This a lousy attempt to show a little trick I have learnt to help me with my running form. I have been using it for a long while now and when I have talked to others about it, it seems to have sparked some interesting comments and surprisingly a few admissions that it works.
I vaguely remember that this trick was briefly mentioned on the Runners World Barefoot Forum, probably around summer 2009 and I think it was Angie B who brought it up. I can't be sure, it was a LONG time ago. Since then it's stuck in my head and I use it pretty much every time I do a long run to "reset" myself when I am getting tired. It takes about 10 seconds and it fixes my form pretty much immediately.
So are you eager? Hanging on my every word? Want to know what this magic skill is? Say Please…;)

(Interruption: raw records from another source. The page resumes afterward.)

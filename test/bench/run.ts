/**
 * npm run bench — runs every `*.bench.ts` in this folder, one after the other, each in its own
 * process so one benchmark's garbage and JIT state do not colour the next. Each benchmark prints
 * its own times and the ratio to a baseline it measures in the same run.
 */
import { spawnSync } from 'node:child_process';
import { readdirSync } from 'node:fs';
import { join } from 'node:path';

const benchDir = join(process.cwd(), 'test', 'bench');
const only = process.argv.slice(2);
const files = readdirSync(benchDir)
  .filter((f) => f.endsWith('.bench.ts'))
  .filter((f) => only.length === 0 || only.some((o) => f.includes(o)))
  .sort();

let failed = 0;
for (const file of files) {
  console.log(`\n== ${file}`);
  const result = spawnSync(process.execPath, ['--conditions=source', '--import', 'tsx', join(benchDir, file)], { stdio: 'inherit' });
  if (result.status !== 0) failed++;
}
console.log(`\nbench: ${files.length - failed} ran, ${failed} failed`);
process.exit(failed ? 1 : 0);
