import { DecimalPipe } from '@angular/common';
import { HttpErrorResponse } from '@angular/common/http';
import { ChangeDetectionStrategy, Component, DestroyRef, computed, inject, input, output, signal } from '@angular/core';
import { toSignal } from '@angular/core/rxjs-interop';
import { NonNullableFormBuilder, ReactiveFormsModule, Validators } from '@angular/forms';
import { MatButtonModule } from '@angular/material/button';
import { MatCheckboxModule } from '@angular/material/checkbox';
import { MatFormFieldModule } from '@angular/material/form-field';
import { MatIconModule } from '@angular/material/icon';
import { MatInputModule } from '@angular/material/input';
import { MatProgressBarModule } from '@angular/material/progress-bar';
import { Subscription, startWith } from 'rxjs';

import { apiErrorCode, apiErrorMessage, handledByCaller } from '../../../core/api/api-error';
import { CommitBody, CommitResult, ImportProgress, ImportsApi } from '../../../core/api/imports-api';
import { fieldError } from '../../../shared/form-errors';
import { PROGRESS_POLL_INTERVAL_MS, progressPercent, progressText, withProgressPolling } from '../progress-polling';

/**
 * Commits a previewed import in one transaction, with the server's progress. Stored values that
 * differ from the file are kept unless the officer explicitly chooses to replace them and says
 * why (the replaced readings stay on record, superseded).
 */
@Component({
  selector: 'fl-commit-panel',
  imports: [
    DecimalPipe,
    ReactiveFormsModule,
    MatButtonModule,
    MatCheckboxModule,
    MatFormFieldModule,
    MatIconModule,
    MatInputModule,
    MatProgressBarModule,
  ],
  templateUrl: './commit-panel.html',
  styleUrl: './commit-panel.scss',
  changeDetection: ChangeDetectionStrategy.OnPush,
})
export class CommitPanel {
  private readonly api = inject(ImportsApi);
  private readonly pollIntervalMs = inject(PROGRESS_POLL_INTERVAL_MS);
  private readonly destroyRef = inject(DestroyRef);

  readonly importId = input.required<string>();
  /** Conflicts the preview found; the server counts again at commit. */
  readonly expectedConflicts = input(0);
  readonly committed = output<CommitResult>();

  protected readonly form = inject(NonNullableFormBuilder).group({
    replaceConflicts: [false],
    reason: ['', [Validators.maxLength(2000)]],
  });
  private readonly formValue = toSignal(this.form.valueChanges.pipe(startWith(this.form.getRawValue())), {
    initialValue: this.form.getRawValue(),
  });
  protected readonly replacing = computed(() => this.formValue().replaceConflicts === true);

  /** Conflicts the server reported on the last attempt (409), or null before any. */
  protected readonly serverConflicts = signal<number | null>(null);
  protected readonly conflicts = computed(() => this.serverConflicts() ?? this.expectedConflicts());
  protected readonly committing = signal(false);
  protected readonly progress = signal<ImportProgress | null>(null);
  protected readonly progressPercent = computed(() => progressPercent(this.progress()));
  protected readonly error = signal<string | null>(null);
  protected readonly progressText = computed(() => progressText(this.progress()));
  protected readonly fieldError = fieldError;
  private running: Subscription | null = null;

  constructor() {
    this.destroyRef.onDestroy(() => this.running?.unsubscribe());
  }

  protected commit(): void {
    if (this.committing()) return;
    const { replaceConflicts, reason } = this.form.getRawValue();
    const body: CommitBody = {};
    if (this.conflicts() > 0 && replaceConflicts) {
      if (reason.trim().length < 3) {
        this.form.controls.reason.setErrors({ message: 'Say why the stored values are replaced, in a few words' });
        this.form.controls.reason.markAsTouched();
        return;
      }
      body.replaceConflicts = true;
      body.reason = reason.trim();
    }
    this.error.set(null);
    this.progress.set(null);
    this.committing.set(true);
    const importId = this.importId();
    this.running = withProgressPolling(
      this.api.commit(importId, body, handledByCaller()),
      () => this.api.progress(importId, handledByCaller()),
      (progress) => this.progress.set(progress),
      this.pollIntervalMs,
    ).subscribe({
      next: (result) => {
        this.committing.set(false);
        this.committed.emit(result);
      },
      error: (error: unknown) => {
        this.committing.set(false);
        if (error instanceof HttpErrorResponse && error.status === 409 && apiErrorCode(error) === 'conflicts') {
          this.serverConflicts.set(conflictCount(error) ?? Math.max(1, this.expectedConflicts()));
          this.form.controls.replaceConflicts.setValue(false);
          this.error.set(null);
          return;
        }
        this.error.set(error instanceof HttpErrorResponse ? apiErrorMessage(error) : 'The import could not be committed.');
      },
    });
  }
}

function conflictCount(error: HttpErrorResponse): number | null {
  const details = (error.error as { error?: { details?: { conflicts?: unknown } } } | null)?.error?.details;
  return typeof details?.conflicts === 'number' ? details.conflicts : null;
}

The trick is singing the double-time march in my head. We all know it, sort of. "1-2-3-4-hey". Okay, that didn't really work; one of the few times it literally did sound better in my head. It's this…
Why is this trick so important in running with good form? It's simple. The double-time military cadence is 180 beats per minute. Simple as that. Just be glad I wasn't one of those Internet con-artists asking for money before I told you the magic secret. Hey, I think I messed up somewhere. I really need to work on my business model.
I have long maintained that the hidden secret to good form is cadence. Get your legs running to a minimum of 180 steps a minute and you will have cracked it. Landing on your fore or mid foot, landing underneath you, running upright - that will all kick into place when you have a cadence of 180 beats per minute. About 80-90% of your form will magically happen when you finally hit that beat. The other 20 or so percent is just bell's and whistles. Not real bells and whistles by the way. It was a metaphor, although... it may make those walkers move out of your way on the trail.. hum. I think I have just found my million dollar seller! Warning devices for "ninja-like" barefoot runners.
Okay, now back to the good part.. (That was just for you Jesse)
The issue most people have is that getting the right cadence is sometimes easier said than done. Especially if you have come from "heel striking", supportive-shoe territory. You are so used to running at a slower cadence that running at a 180 pace makes you feel like you are in a hamster wheel and it feels very strange. It's hard to automatically know what 180 beats per minute feels like. Until you have been running at this cadence for a while it's easy to slip up and that's when your form issues come to the front again. People have used ipods with specific tracks, or even a metronome to perfect it. But why carry around all of that gear. We are meant to be reducing our running burden. The only gadget you need is your mind and a 10 second burst of chanting in a very loud voice.
I personally run at a higher cadence; I would estimate I run at about a 200 ish beats per minute. I put this down to the fact I run trails a lot. When you run trails it's easier to have a quicker cadence and a smaller stride so you can dodge the obstacles on the trail. This gives me the slight edge because generally during a road race or when I am tired on a long run, my cadence won't really go below that magic 180 number.
However, that doesn't mean it doesn't come close. When I get tired during a long run and I feel my form slipping, I use a quick 10 second burst of the "double-time" march as a silent chant in my head to check if my cadence has slipped. If it has, I repeat the double-time march through my head until my cadence comes back up. Trust me, having "Duh-Duh-Duh-Duh-Duh-Duh-Duhhh" or "1-2-3-4-hey" running constantly through your head is more annoying than any tweenie pop song the local radio station can throw out. You will pick up your form just so you can stop chanting it to yourself.
I found it so helpful for me, I have suggested it to fellow running friends and those who run at the "Good Form" group at the local running club and scarily enough it works. Everyone seemed to have issues maintaining 180 cadence until I told them to quietly chant the double-time march in their heads. As soon as they did, their cadence picked up and their form improved. You see, I am a genius. Or it could be Angie... like I said it was a long time ago and I was probably "very, very drunk".
I have experimented even further. I have downloaded a few marine "double-time" military chants onto my iPod (mainly these ones - look for the ones marked as Running Cadence) and placed them into the play-list from about 30-40 minutes into the run then at about 10 -15 minute intervals. (Just think of them as mental GU shots). I found I was able to run longer because during the natural lull in my run -at the point my form would start slipping- my mind became focused on the rhythm of the chants. I also found the call-back part of the chants very calming despite the chants themselves being sometimes very uncomfortable to my civilian mentality. (If people can think of "Barefoot running chants" post them in the comments section. Maybe we can make our own playlist!)
So you would like a quick and easy method to getting better form? Then chant boys! Slap on the black paint and webbing and repeat after me…
"I wanna be a barefoot runner, Live the life of beer and summer."